*What is being asked*.
Print the first line of the material below and each line after it, exactly as written, ending with the line that contains "expect(at.y).toBeGreaterThan(view.y);".

*Records supplied*.
import { describe, expect, test } from 'vitest';
import { lengthUnit, shortNumber } from '../../src/draw/label.ts';
import { type Box, cameraFor, homogeneous, pixelOf, projectionOf } from '../../src/draw/projection.ts';
import { Chance } from './random.ts';

const corners = ({ from, to }: Box) =>
  Array.from({ length: 8 }, (_, n) => {
    const at = (k: 0 | 1 | 2) => (n & (1 << k) ? to : from)[k];
    return [at(0), at(1), at(2)] as const;
  });

describe.each(['perspective', 'orthographic'] as const)('a camera for a box, %s', (kind) => {
  test('sees all of it, from every side, in views wide and narrow', () => {
    const chance = new Chance(11);
    for (let n = 0; n < 60; n++) {
      const [from, size] = [chance.vector(3), chance.vector(1)];
      const to = [0, 1, 2].map((k) => from[k]! + 0.01 + Math.abs(size[k]!)) as unknown as Box['to'];
      const view = { x: 10, y: 20, width: chance.between(100, 900), height: chance.between(100, 900) };
      const camera = cameraFor({ from, to }, kind, view.width / view.height, chance.vector(1));
      const projection = projectionOf(camera, view);
      for (const corner of corners({ from, to })) {
        const at = pixelOf(projection, corner)!;
        expect(at.x).toBeGreaterThan(view.x);
        expect(at.x).toBeLessThan(view.x + view.width);
        expect(at.y).toBeGreaterThan(view.y);
        expect(at.y).toBeLessThan(view.y + view.height);
      }
    }
  });

  test('shows its middle in the middle of the view, and z upwards', () => {
    const box = { from: [-1, 0, 2], to: [3, 1, 4] } as const;
    const view = { x: 100, y: 50, width: 200, height: 100 };
    const projection = projectionOf(cameraFor(box, kind, 2), view);
    const middle = pixelOf(projection, [1, 0.5, 3])!;
    expect(middle.x).toBeCloseTo(200, 9);
    expect(middle.y).toBeCloseTo(100, 9);
    const above = pixelOf(projection, [1, 0.5, 3.5])!;
    expect(above.x).toBeCloseTo(200, 9);
    expect(above.y).toBeLessThan(99);
  });

  test('is left as it is by a view of other proportions, where equal lengths stay equal', () => {
    const box = { from: [-1, -1, -1], to: [1, 1, 1] } as const;
    const camera = cameraFor(box, kind, 1, [0, -1, 0]);
    const before = camera.projectionMatrix.toArray();
    const projection = projectionOf(camera, { x: 0, y: 0, width: 300, height: 100 });
    expect(camera.projectionMatrix.toArray()).toEqual(before);
    const [middle, right, up] = [
      pixelOf(projection, [0, 0, 0])!,
      pixelOf(projection, [0.5, 0, 0])!,
      pixelOf(projection, [0, 0, 0.5])!,
    ];
    expect(right.x - middle.x).toBeCloseTo(middle.y - up.y, 9);
  });
});

test('homogeneous pixels behind the eye have a negative w, and no pixel', () => {
  const projection = projectionOf(cameraFor({ from: [-1, -1, -1], to: [1, 1, 1] }, 'perspective', 1, [1, 0, 0]), {
    ...{ x: 0, y: 0, width: 100, height: 100 },
  });
  expect(homogeneous(projection, [100, 0, 0])[3]).toBeLessThan(0);
  expect(pixelOf(projection, [100, 0, 0])).toBeUndefined();
});

describe('numbers beside ticks', () => {
  test.each([
    [0, '0'],
    [-150, '−150'],
    [0.1 + 0.2, '0.3'],
    [1234.5, '1230'],
    [-2.5e-7, '−2.5e−7'],
  ])('%d is written %s', (value, text) => {
    expect(shortNumber(value)).toBe(text);
  });

  test.each([
    [2000, 'km'],
    [1, 'm'],
    [0.15, 'mm'],
    [0.0009, 'µm'],
    [2e-7, 'nm'],
    [1e-12, 'nm'],
    [0, 'nm'],
  ])('%d m is told in %s', (length, name) => {
    expect(lengthUnit(length).name).toBe(name);
  });
});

*Response to this task*.
import { describe, expect, test } from 'vitest';
import { lengthUnit, shortNumber } from '../../src/draw/label.ts';
import { type Box, cameraFor, homogeneous, pixelOf, projectionOf } from '../../src/draw/projection.ts';
import { Chance } from './random.ts';

const corners = ({ from, to }: Box) =>
  Array.from({ length: 8 }, (_, n) => {
    const at = (k: 0 | 1 | 2) => (n & (1 << k) ? to : from)[k];
    return [at(0), at(1), at(2)] as const;
  });

describe.each(['perspective', 'orthographic'] as const)('a camera for a box, %s', (kind) => {
  test('sees all of it, from every side, in views wide and narrow', () => {
    const chance = new Chance(11);
    for (let n = 0; n < 60; n++) {
      const [from, size] = [chance.vector(3), chance.vector(1)];
      const to = [0, 1, 2].map((k) => from[k]! + 0.01 + Math.abs(size[k]!)) as unknown as Box['to'];
      const view = { x: 10, y: 20, width: chance.between(100, 900), height: chance.between(100, 900) };
      const camera = cameraFor({ from, to }, kind, view.width / view.height, chance.vector(1));
      const projection = projectionOf(camera, view);
      for (const corner of corners({ from, to })) {
        const at = pixelOf(projection, corner)!;
        expect(at.x).toBeGreaterThan(view.x);
        expect(at.x).toBeLessThan(view.x + view.width);
        expect(at.y).toBeGreaterThan(view.y);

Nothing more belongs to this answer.